**WHAT NEEDS TO BE DONE:** Word for word, set down every line of the entries below from the line with "# One-sided q0: P(q0" to the line with "# reaches the", including both, and no other line.
== DATA SHOWN
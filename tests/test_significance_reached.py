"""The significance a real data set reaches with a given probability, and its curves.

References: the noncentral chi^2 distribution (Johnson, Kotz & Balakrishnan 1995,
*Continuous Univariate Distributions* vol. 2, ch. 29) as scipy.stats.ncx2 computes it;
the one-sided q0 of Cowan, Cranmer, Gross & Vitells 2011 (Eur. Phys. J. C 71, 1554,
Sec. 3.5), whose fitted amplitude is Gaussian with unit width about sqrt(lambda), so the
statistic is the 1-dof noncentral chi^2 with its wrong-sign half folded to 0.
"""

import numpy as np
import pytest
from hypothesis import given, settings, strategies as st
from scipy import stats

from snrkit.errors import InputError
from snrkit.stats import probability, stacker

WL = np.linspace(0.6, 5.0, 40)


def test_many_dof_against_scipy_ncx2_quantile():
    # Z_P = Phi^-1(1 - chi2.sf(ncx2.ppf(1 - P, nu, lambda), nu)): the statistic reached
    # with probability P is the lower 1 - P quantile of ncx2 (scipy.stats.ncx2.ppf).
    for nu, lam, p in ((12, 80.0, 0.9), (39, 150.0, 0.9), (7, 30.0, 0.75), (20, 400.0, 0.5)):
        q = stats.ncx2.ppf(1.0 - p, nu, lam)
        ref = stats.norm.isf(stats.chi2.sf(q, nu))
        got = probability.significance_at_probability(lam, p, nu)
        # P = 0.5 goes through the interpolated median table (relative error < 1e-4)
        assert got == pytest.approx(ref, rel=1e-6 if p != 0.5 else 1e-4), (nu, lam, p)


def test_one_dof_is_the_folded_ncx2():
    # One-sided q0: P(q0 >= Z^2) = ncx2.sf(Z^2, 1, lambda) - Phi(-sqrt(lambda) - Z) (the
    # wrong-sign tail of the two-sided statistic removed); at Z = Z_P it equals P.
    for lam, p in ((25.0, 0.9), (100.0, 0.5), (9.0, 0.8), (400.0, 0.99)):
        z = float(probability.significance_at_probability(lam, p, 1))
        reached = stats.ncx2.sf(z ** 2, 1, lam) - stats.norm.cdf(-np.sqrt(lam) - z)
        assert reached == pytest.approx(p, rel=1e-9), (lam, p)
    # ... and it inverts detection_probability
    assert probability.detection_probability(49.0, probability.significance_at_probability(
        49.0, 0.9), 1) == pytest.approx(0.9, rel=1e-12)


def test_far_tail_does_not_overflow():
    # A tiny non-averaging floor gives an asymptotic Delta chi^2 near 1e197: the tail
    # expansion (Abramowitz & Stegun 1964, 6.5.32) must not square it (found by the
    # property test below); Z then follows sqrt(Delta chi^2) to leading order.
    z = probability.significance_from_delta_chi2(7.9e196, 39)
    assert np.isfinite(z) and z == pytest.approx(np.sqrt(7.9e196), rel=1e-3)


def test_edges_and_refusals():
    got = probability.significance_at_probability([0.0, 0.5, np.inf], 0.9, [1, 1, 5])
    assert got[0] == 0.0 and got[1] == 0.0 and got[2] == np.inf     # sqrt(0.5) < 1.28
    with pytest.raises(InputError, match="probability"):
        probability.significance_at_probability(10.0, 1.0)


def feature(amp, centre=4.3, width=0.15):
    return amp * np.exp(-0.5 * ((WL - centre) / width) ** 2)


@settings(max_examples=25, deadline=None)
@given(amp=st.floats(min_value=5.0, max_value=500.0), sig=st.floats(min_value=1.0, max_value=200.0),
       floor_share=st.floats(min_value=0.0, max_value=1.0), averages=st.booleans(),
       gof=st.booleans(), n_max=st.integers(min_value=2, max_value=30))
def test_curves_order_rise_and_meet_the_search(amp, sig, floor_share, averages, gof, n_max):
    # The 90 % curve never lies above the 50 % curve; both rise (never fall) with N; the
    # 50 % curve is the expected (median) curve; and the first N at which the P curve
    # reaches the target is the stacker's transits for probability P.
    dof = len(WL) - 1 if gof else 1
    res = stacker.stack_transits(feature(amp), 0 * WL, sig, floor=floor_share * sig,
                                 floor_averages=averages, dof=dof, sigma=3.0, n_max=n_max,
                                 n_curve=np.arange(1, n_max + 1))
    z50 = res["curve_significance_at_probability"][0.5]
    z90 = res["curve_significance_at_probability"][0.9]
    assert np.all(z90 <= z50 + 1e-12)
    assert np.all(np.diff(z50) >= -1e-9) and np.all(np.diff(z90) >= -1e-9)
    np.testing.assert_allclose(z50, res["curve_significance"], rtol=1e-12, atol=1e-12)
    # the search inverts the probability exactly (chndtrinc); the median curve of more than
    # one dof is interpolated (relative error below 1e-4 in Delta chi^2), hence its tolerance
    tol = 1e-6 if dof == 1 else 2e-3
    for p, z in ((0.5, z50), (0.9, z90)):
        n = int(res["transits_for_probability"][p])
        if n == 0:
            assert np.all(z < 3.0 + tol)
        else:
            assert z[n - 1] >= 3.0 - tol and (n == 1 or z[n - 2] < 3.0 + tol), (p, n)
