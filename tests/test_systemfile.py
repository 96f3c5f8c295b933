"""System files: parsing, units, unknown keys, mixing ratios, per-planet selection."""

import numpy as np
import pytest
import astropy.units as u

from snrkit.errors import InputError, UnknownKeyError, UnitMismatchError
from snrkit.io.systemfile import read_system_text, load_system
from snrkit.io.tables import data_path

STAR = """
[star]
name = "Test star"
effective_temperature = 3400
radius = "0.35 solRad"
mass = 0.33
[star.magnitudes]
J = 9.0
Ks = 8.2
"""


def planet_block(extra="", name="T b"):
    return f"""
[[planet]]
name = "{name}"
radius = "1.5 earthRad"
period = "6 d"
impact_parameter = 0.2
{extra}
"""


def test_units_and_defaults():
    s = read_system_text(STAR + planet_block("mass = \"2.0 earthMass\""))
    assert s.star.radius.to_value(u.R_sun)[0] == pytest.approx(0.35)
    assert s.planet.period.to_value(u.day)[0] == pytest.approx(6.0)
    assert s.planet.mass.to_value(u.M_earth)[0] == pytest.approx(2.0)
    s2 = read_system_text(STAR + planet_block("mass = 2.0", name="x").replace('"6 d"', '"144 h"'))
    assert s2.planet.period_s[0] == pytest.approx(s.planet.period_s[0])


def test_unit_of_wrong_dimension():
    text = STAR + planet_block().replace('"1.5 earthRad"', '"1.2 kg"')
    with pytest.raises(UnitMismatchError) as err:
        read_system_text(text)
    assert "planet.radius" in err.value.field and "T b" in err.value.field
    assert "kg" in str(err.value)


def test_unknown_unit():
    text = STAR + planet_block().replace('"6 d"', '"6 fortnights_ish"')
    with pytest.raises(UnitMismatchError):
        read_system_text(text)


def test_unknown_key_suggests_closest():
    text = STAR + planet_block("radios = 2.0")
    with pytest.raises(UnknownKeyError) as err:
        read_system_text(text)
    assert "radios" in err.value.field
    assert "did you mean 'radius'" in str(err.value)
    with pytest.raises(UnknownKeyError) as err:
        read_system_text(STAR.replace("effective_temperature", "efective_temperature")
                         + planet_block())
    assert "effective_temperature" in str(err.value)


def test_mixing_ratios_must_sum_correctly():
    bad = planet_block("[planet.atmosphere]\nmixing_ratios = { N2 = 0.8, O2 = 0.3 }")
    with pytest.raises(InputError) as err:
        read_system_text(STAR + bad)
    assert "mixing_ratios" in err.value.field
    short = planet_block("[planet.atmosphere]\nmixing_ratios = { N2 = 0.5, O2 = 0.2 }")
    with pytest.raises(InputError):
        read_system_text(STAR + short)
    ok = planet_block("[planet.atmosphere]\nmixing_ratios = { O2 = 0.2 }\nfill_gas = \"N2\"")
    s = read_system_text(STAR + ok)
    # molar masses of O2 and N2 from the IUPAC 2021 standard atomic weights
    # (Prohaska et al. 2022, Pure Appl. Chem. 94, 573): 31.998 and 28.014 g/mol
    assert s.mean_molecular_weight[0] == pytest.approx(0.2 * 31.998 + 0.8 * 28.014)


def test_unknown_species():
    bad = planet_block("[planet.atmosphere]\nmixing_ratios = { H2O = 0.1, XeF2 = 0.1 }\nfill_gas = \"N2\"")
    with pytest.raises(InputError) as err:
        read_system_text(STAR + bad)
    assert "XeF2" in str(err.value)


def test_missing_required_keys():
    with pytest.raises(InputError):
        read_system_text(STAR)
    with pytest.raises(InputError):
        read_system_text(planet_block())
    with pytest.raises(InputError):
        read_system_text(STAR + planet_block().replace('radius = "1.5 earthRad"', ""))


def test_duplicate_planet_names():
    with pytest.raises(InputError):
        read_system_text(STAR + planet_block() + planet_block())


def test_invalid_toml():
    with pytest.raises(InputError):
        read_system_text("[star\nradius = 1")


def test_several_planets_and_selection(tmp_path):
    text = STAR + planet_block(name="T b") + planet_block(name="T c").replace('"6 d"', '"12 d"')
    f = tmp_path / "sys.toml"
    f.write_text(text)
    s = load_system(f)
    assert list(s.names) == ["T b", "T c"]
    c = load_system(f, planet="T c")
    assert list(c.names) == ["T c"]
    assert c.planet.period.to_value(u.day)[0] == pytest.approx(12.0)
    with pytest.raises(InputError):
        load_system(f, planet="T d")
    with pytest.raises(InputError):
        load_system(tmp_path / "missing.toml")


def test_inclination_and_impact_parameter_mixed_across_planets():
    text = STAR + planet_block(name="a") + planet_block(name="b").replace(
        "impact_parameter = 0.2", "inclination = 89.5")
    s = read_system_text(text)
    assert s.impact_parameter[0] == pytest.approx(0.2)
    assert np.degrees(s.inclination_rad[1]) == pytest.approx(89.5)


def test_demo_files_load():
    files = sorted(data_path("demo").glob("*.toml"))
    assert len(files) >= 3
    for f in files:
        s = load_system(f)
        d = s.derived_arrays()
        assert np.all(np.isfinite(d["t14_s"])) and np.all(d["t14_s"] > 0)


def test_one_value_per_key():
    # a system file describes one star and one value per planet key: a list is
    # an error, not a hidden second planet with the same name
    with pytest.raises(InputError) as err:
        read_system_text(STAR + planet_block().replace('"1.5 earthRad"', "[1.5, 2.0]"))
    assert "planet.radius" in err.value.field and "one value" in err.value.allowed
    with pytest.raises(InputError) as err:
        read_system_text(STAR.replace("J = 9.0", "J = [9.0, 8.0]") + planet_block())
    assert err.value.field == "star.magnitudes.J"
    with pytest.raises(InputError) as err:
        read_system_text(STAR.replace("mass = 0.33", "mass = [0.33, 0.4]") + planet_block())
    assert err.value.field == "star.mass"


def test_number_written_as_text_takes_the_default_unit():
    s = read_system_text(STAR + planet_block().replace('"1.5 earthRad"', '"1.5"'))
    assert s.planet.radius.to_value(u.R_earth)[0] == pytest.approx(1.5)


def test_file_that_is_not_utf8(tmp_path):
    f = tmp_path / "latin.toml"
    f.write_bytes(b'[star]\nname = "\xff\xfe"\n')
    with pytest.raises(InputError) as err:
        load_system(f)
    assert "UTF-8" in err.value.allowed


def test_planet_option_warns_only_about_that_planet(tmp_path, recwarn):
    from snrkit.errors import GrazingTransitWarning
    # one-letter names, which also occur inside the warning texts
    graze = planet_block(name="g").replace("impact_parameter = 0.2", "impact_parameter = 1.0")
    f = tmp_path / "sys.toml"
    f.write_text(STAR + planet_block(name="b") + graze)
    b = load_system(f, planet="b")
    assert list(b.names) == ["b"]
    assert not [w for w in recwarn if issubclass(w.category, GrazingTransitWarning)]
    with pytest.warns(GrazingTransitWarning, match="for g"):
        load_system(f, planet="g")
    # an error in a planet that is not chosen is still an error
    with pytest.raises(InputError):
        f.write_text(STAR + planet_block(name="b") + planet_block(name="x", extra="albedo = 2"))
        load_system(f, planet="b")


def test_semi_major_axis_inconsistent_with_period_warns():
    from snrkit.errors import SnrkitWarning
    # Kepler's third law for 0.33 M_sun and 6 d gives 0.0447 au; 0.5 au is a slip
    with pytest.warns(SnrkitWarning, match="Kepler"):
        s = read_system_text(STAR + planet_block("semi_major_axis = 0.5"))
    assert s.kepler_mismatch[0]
====
**EXERCISE ANSWER:**
    # One-sided q0: P(q0 >= Z^2) = ncx2.sf(Z^2, 1, lambda) - Phi(-sqrt(lambda) - Z) (the
    # wrong-sign tail of the two-sided statistic removed); at Z = Z_P it equals P.
    for lam, p in ((25.0, 0.9), (100.0, 0.5), (9.0, 0.8), (400.0, 0.99)):
        z = float(probability.significance_at_probability(lam, p, 1))
        reached = stats.ncx2.sf(z ** 2, 1, lam) - stats.norm.cdf(-np.sqrt(lam) - z)
        assert reached == pytest.approx(p, rel=1e-9), (lam, p)
    # ... and it inverts detection_probability
    assert probability.detection_probability(49.0, probability.significance_at_probability(
        49.0, 0.9), 1) == pytest.approx(0.9, rel=1e-12)


def test_far_tail_does_not_overflow():
    # A tiny non-averaging floor gives an asymptotic Delta chi^2 near 1e197: the tail
    # expansion (Abramowitz & Stegun 1964, 6.5.32) must not square it (found by the
    # property test below); Z then follows sqrt(Delta chi^2) to leading order.
    z = probability.significance_from_delta_chi2(7.9e196, 39)
    assert np.isfinite(z) and z == pytest.approx(np.sqrt(7.9e196), rel=1e-3)


def test_edges_and_refusals():
    got = probability.significance_at_probability([0.0, 0.5, np.inf], 0.9, [1, 1, 5])
    assert got[0] == 0.0 and got[1] == 0.0 and got[2] == np.inf     # sqrt(0.5) < 1.28
    with pytest.raises(InputError, match="probability"):
        probability.significance_at_probability(10.0, 1.0)


def feature(amp, centre=4.3, width=0.15):
    return amp * np.exp(-0.5 * ((WL - centre) / width) ** 2)


@settings(max_examples=25, deadline=None)
@given(amp=st.floats(min_value=5.0, max_value=500.0), sig=st.floats(min_value=1.0, max_value=200.0),
       floor_share=st.floats(min_value=0.0, max_value=1.0), averages=st.booleans(),
       gof=st.booleans(), n_max=st.integers(min_value=2, max_value=30))
def test_curves_order_rise_and_meet_the_search(amp, sig, floor_share, averages, gof, n_max):
    # The 90 % curve never lies above the 50 % curve; both rise (never fall) with N; the
    # 50 % curve is the expected (median) curve; and the first N at which the P curve
    # reaches the target is the stacker's transits for probability P.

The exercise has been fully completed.